The cost of providing Medicaid to parents of medicaid eligible children is difficult to estimate as it rests on several assumptions. Thus, the cost estimates provided here are illustrative; they provide a rough estimate of eventual likely costs.





Based upon data from the Taxation and Revenue Department, the number of parents whose income is less than 100% of the federal poverty level is estimated to be 97,000. HSD reports that 21,400 of these are already enrolled in the program, leaving about 75,600 potentially eligible new clients. Based on the experience of other states, final participation levels will likely be around 65 percent, implying that eventually, the state would likely enroll an additional 49 thousand persons in the program. The cost of providing Medicaid to this population through the managed care program is currently $3,120 per year. This implies that once the enrollment has peaked, the full cost of the program would be $153 million, with the federal government paying about $113.5 million (76%) and the state paying $39.5 million (26 percent).

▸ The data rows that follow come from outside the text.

import 'server-only';
import { getDb } from '@/db/client';
import { METHODS, SESSION_STATES, type Method } from '@/db/enums';
import { earlyOpenings, operations, seals, users } from '@/db/schema';
import { and, asc, count, eq } from 'drizzle-orm';
import encodeQR from 'qr';
import { loadAccess, type Access } from '../auth/access';
import { allows } from '../auth/permissions';
import { isTaster, stepOf } from '../blind/read-key';
import { methodOf } from '../methods';
import { factsOf, METHOD_FACTS } from '../methods/facts';
import { reach } from '../reach';
import { localInput, showMoment } from '../time';
import { designOf, listDescriptors, listMembers, listPullChoices, listSessionRows, namesInSession } from './data';
import { findSession, type SessionRow } from './find';
import { listMissing } from './readiness';
import type { DesignChoices, OpeningView, SessionListItem, SessionView } from './types';

/** A QR code as the address of a picture. */
export function qrPicture(text: string): string {
  const svg = encodeQR(text, 'svg', { border: 4, ecc: 'medium' });
  return `data:image/svg+xml;base64,${Buffer.from(svg).toString('base64')}`;
}

/** Of a ballot that is the whole lexicon the page names the beginning. */
const LINES_SHOWN = 60;

export const SESSION_SORTS = ['when', 'title', 'state', 'leader'] as const;
export type SessionSort = (typeof SESSION_SORTS)[number];

const timeOf = (session: SessionRow): number => (session.openedAt ?? session.scheduledFor ?? session.createdAt).getTime();
const SESSION_ORDER: Record<SessionSort, (a: Listed, b: Listed) => number> = {
  when: (a, b) => timeOf(b.session) - timeOf(a.session),
  title: (a, b) => a.session.title.localeCompare(b.session.title),
  state: (a, b) => SESSION_STATES.indexOf(a.session.state) - SESSION_STATES.indexOf(b.session.state),
  leader: (a, b) => a.leader.localeCompare(b.leader),
};
type Listed = ReturnType<typeof listSessionRows>[number];

export async function loadSessions(slug: string, query: string, state: string, sort: SessionSort): Promise<{ access: Access; items: SessionListItem[] }> {
  const access = await loadAccess(slug, 'session.list');
  const zone = access.cellar.timeZone;
  const mayDesign = allows(access.roles, 'session.design');
  const words = query.toLowerCase();
  const items = listSessionRows(getDb(), access.cellar.id)
    .filter(({ session }) => mayDesign || session.state !== 'draft')
    .filter(({ session }) => state === '' || session.state === state)
    .filter(({ session, leader }) => `${session.title} ${leader}`.toLowerCase().includes(words))
    .sort((a, b) => SESSION_ORDER[sort](a, b) || SESSION_ORDER.when(a, b) || SESSION_ORDER.title(a, b))
    .map(({ session, leader }) => ({
      id: session.id, title: session.title, method: session.method, state: session.state, leader,
      when: whenOf(session, zone),
    }));
  return { access, items };
}

function whenOf(session: SessionRow, zone: string): string {
  return showMoment(new Date(timeOf(session)), zone);
}

function listOpenings(access: Access, session: SessionRow): OpeningView[] {
  return getDb()
    .select()
    .from(earlyOpenings)
    .where(eq(earlyOpenings.sessionId, session.id))
    .orderBy(asc(earlyOpenings.requestedAt))
    .all()
    .map((row) => ({
      id: row.id, code: row.code, reason: row.reason, requestedBy: nameOf(row.requestedBy),
      requestedAt: showMoment(row.requestedAt, access.cellar.timeZone),
      state: row.approvedAt ? 'approved' as const : row.refusedAt ? 'refused' as const : 'waits' as const,
      approvedBy: row.approvedBy ? nameOf(row.approvedBy) : null,
      isOwnRequest: row.requestedBy === access.user.id,
      mayRead: row.approvedAt !== null && row.code !== null && (row.requestedBy === access.user.id || row.approvedBy === access.user.id),
    }));
}

/** A person's name by id: members, and those who were. */
const nameOf = (userId: string): string => getDb().select({ name: users.name }).from(users).where(eq(users.id, userId)).get()?.name ?? 'a former member';

/** A title or instruction that names what is in the glass gives the blind away. */
function neutralityWarnings(session: SessionRow): string[] {
  const text = ` ${session.title} ${session.instruction} `.toLowerCase();
  const given = namesInSession(getDb(), session.id).filter((name) => text.includes(` ${name.toLowerCase()} `) || text.includes(` ${name.toLowerCase()}.`) || text.includes(` ${name.toLowerCase()},`));
  return given.length > 0 ? [`Title or instruction holds “${given.join('”, “')}”: panelists read both.`] : [];
}

export async function loadSession(slug: string, sessionId: string): Promise<{ access: Access; session: SessionView }> {
  const access = await loadAccess(slug, 'session.list');
  const db = getDb();
  const row = findSession(db, access.cellar.id, sessionId);
  const zone = access.cellar.timeZone;
  const show = (at: Date | null) => (at ? showMoment(at, zone) : null);
  const design = designOf(db, row.id);
  const taster = isTaster(db, row.id, access.user.id);
  const mayDesign = allows(access.roles, 'session.design');
  const mayRun = allows(access.roles, 'session.run');
  const isJoinable = row.state === 'sealed' || row.state === 'open';
  const joinUrl = mayRun && isJoinable && row.joinKey ? `${reach().url}/j/${row.joinKey}` : null;
  const question = { sampleCount: design.samples.length, seatCount: row.seatsPlanned + row.reservesPlanned, replicates: row.replicates };
  const isDraft = row.state === 'draft';
  return {
    access,
    session: {
      id: row.id, version: row.version, title: row.title, instruction: row.instruction, method: row.method, state: row.state,
      privateQuestion: (mayDesign && !taster) || row.unsealedAt ? row.privateQuestion : null,
      leader: nameOf(row.leaderId),
      scheduledFor: show(row.scheduledFor),
      samples: mayDesign || row.unsealedAt ? design.samples.map(({ label, isControl }) => ({ label, isControl })).sort((a, b) => a.label.localeCompare(b.label, 'en', { numeric: true })) : [],
      lines: design.items.filter((item) => item.kind !== 'flag').slice(0, LINES_SHOWN).map(({ name, phase }) => ({ name, phase })),
      flags: design.items.filter((item) => item.kind === 'flag').map((item) => item.name),
      coding: row.coding,
      pourers: design.pourers.map((pourer) => (pourer.step === 'key' ? pourer.name : `${pourer.name} (${pourer.step})`)),
      seatsPlanned: row.seatsPlanned, reservesPlanned: row.reservesPlanned, replicates: row.replicates, alpha: row.alpha,
      servingTemperatureC: row.servingTemperatureC, servingVolumeMl: row.servingVolumeMl, restS: row.restS, allergens: row.allergens,
      joinCode: mayRun ? row.joinCode : null, joinUrl, joinQr: joinUrl ? qrPicture(joinUrl) : null,
      commitment: db.select({ commitment: seals.commitment }).from(seals).where(eq(seals.sessionId, row.id)).get()?.commitment ?? null,
      sealedAt: show(row.sealedAt), openedAt: show(row.openedAt), closedAt: show(row.closedAt), unsealedAt: show(row.unsealedAt),
      abandonedAt: show(row.abandonedAt), abandonReason: row.abandonReason, closeReason: row.closeReason,
      missing: isDraft ? listMissing(db, row) : [],
      warnings: isDraft ? [...neutralityWarnings(row), ...methodOf(row.method).warnings(question), ...(row.coding === 'two_step' && row.replicates > 1 ? ['Who marks letters with codes sees which codes come from one bottle: for that person the replicates are not hidden.'] : [])] : [],
      isPourer: stepOf(db, row.id, access.user.id) !== null, isTaster: taster,
      lateAnswers: db.select({ n: count() }).from(operations).where(and(eq(operations.sessionId, row.id), eq(operations.admission, 'late'))).get()!.n,
      openings: mayRun ? listOpenings(access, row) : [],
    },
  };
}

function designChoices(access: Access, chosenPulls: readonly string[]): DesignChoices {
  const db = getDb();
  const { id, timeZone } = access.cellar;
  const entries = listDescriptors(db, id);
  const scored = entries.filter((entry) => entry.sense !== 'fault');
  const families = [...new Set(scored.map((entry) => entry.family))];
  return {
    pulls: listPullChoices(db, id, chosenPulls).map((pull) => ({ value: pull.id, label: `${pull.kind} ${pull.vessel}, ${pull.lot}, drawn ${showMoment(pull.pulledAt, timeZone)}`, volumeMl: pull.volumeMl })),
    lexicon: families.map((family) => {
      const own = scored.filter((entry) => entry.family === family);
      return { family, sense: own[0]!.sense, entries: own.map((entry) => ({ value: `${entry.id}:${entry.phase}`, label: entry.name, phase: entry.phase })) };
    }),
    faults: entries.filter((entry) => entry.sense === 'fault').map((entry) => ({ value: entry.id, label: entry.name })),
    methods: Object.values(METHOD_FACTS),
    members: listMembers(db, id).map((member) => ({ value: member.id, label: member.name })),
  };
}

const NEW_SESSION = {
  coding: 'pourer',
  method: 'profile', seatsPlanned: 8, reservesPlanned: 2, replicates: 2, alpha: 0.05, servingVolumeMl: 30, restS: 60, allergens: ['sulfites'],
  instruction: 'Taste each glass by itself, in the order of the sheet. Spit, rinse and wait between glasses.',
};

/** The empty form of a new session, with the method that was chosen on the way. */
export async function loadNewDesign(slug: string, method?: string) {
  const access = await loadAccess(slug, 'session.design');
  return { access, choices: designChoices(access, []), defaults: { ...NEW_SESSION, ...(METHODS.includes(method as Method) && { method, replicates: factsOf(method as Method).unit === 'set' ? 1 : NEW_SESSION.replicates }), leaderId: access.user.id } as Record<string, unknown> };
}

/** The form of a draft; null once it is sealed. */
export async function loadDesign(slug: string, sessionId: string) {
  const access = await loadAccess(slug, 'session.design');
  const row = findSession(getDb(), access.cellar.id, sessionId);
  if (row.state !== 'draft') return null;
  const design = designOf(getDb(), row.id);
  const pullIds = design.samples.flatMap((sample) => sample.pullIds);
  const defaults: Record<string, unknown> = {
    method: row.method, title: row.title, instruction: row.instruction, privateQuestion: row.privateQuestion, leaderId: row.leaderId,
    scheduledFor: row.scheduledFor ? localInput(row.scheduledFor, access.cellar.timeZone) : '', pulls: pullIds,
    controlLabel: design.samples.find((sample) => sample.isControl)?.label ?? '',
    lines: design.items.filter((item) => item.kind === factsOf(row.method).items?.kind && factsOf(row.method).items?.from === 'chosen').map((item) => `${item.descriptorId}:${item.phase}`),
    flags: design.items.filter((item) => item.kind === 'flag').map((item) => item.descriptorId),
    seatsPlanned: row.seatsPlanned, reservesPlanned: row.reservesPlanned, replicates: row.replicates, alpha: row.alpha,
    servingTemperatureC: row.servingTemperatureC ?? '', servingVolumeMl: row.servingVolumeMl, restS: row.restS, allergens: row.allergens,
    coding: row.coding,
    pourers: design.pourers.filter((pourer) => pourer.step === 'key').map((pourer) => pourer.userId),
    letteredBy: design.pourers.find((pourer) => pourer.step === 'letters')?.userId ?? '',
    codedBy: design.pourers.find((pourer) => pourer.step === 'codes')?.userId ?? '',
  };
  return { access, choices: designChoices(access, pullIds), defaults, sessionId: row.id, version: row.version, title: row.title };
}
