'use client';

import { useSyncExternalStore } from 'react';
import { useWords } from '@/components/i18n/words';

const never = () => () => {};

/** iOS deletes what a page keeps after seven days without a visit, unless it stands on the home screen. */
const isIosInBrowser = (): boolean =>
  /iP(hone|ad|od)/.test(navigator.userAgent) && !('standalone' in navigator && (navigator as { standalone?: boolean }).standalone === true);

const noteFor = (): 'plainHttp' | 'install' | null => (!window.isSecureContext ? 'plainHttp' : isIosInBrowser() ? 'install' : null);

/** What this device can’t do offline, and what helps: said plainly, once. */
export function OfflineNotes() {
  const t = useWords();
  const note = useSyncExternalStore(never, noteFor, () => null);
  return note && <p className="hint" style={{ padding: 'var(--s-3) var(--s-4)' }}>{t(`sheet.${note}`)}</p>;
}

It will likely take three to four years before this plateau is reached. Cost in the first year are likely to be minimal as HSD has reported that it would have to apply for a waiver to cover these parents. They say that they are unlikely to receive a waiver before six months into the fiscal year, and that it would take an additional three months to promulgate program rules. Thus, optimistically, the program might be in effect for one-quarter of FY02. This late in the year, the state would be hard pressed to enroll 40 percent of the added program eligibles, but if it did the

cost would be $6.1 million in state funds (75,600 potentials * $3,120 per person * 26% state share * .25 (one quarter of a year) * 40 percent participation). The second year costs would grow to $30.7 million, assuming 50 percent participation ($24.6 million over the assumed first year costs). The cost in the third year would grow to $39.5 million and remain flat thereafter, assuming participation plateaus at 65 percent.



ADMINISTRATIVE IMPLICATIONS



HSD reports that it will need additional ISD staffing to handle the increased workload. However, given the department's estimate that the program will be slow in getting off the ground in FY02 and that they should be able to roll out the program in stages, the administrative impact in the first year should be small. Based on LFC staff discussions with ISD, it appears that the division will be looking at staffing issues during the interim to get a better handle on how different kinds of cases (food stamps, TANF and medicaid) impact their need for workers.



OTHER SUBSTANTIVE ISSUES



Other bills providing coverage to parents require the department to apply for waivers to both the State Children's Health Insurance Program (SCHIP) and Medicaid. The SCHIP program provides a better cost sharing rate than Medicaid for the state: 19 percent compared to 26 percent.

Waiver request for the Medicaid expansion would presumably include a provision to allow the state to cap participation, given the bill's provision that subjects the expansion to the availability of state and federal funds. This would enable to budget the program's roll-out and costs.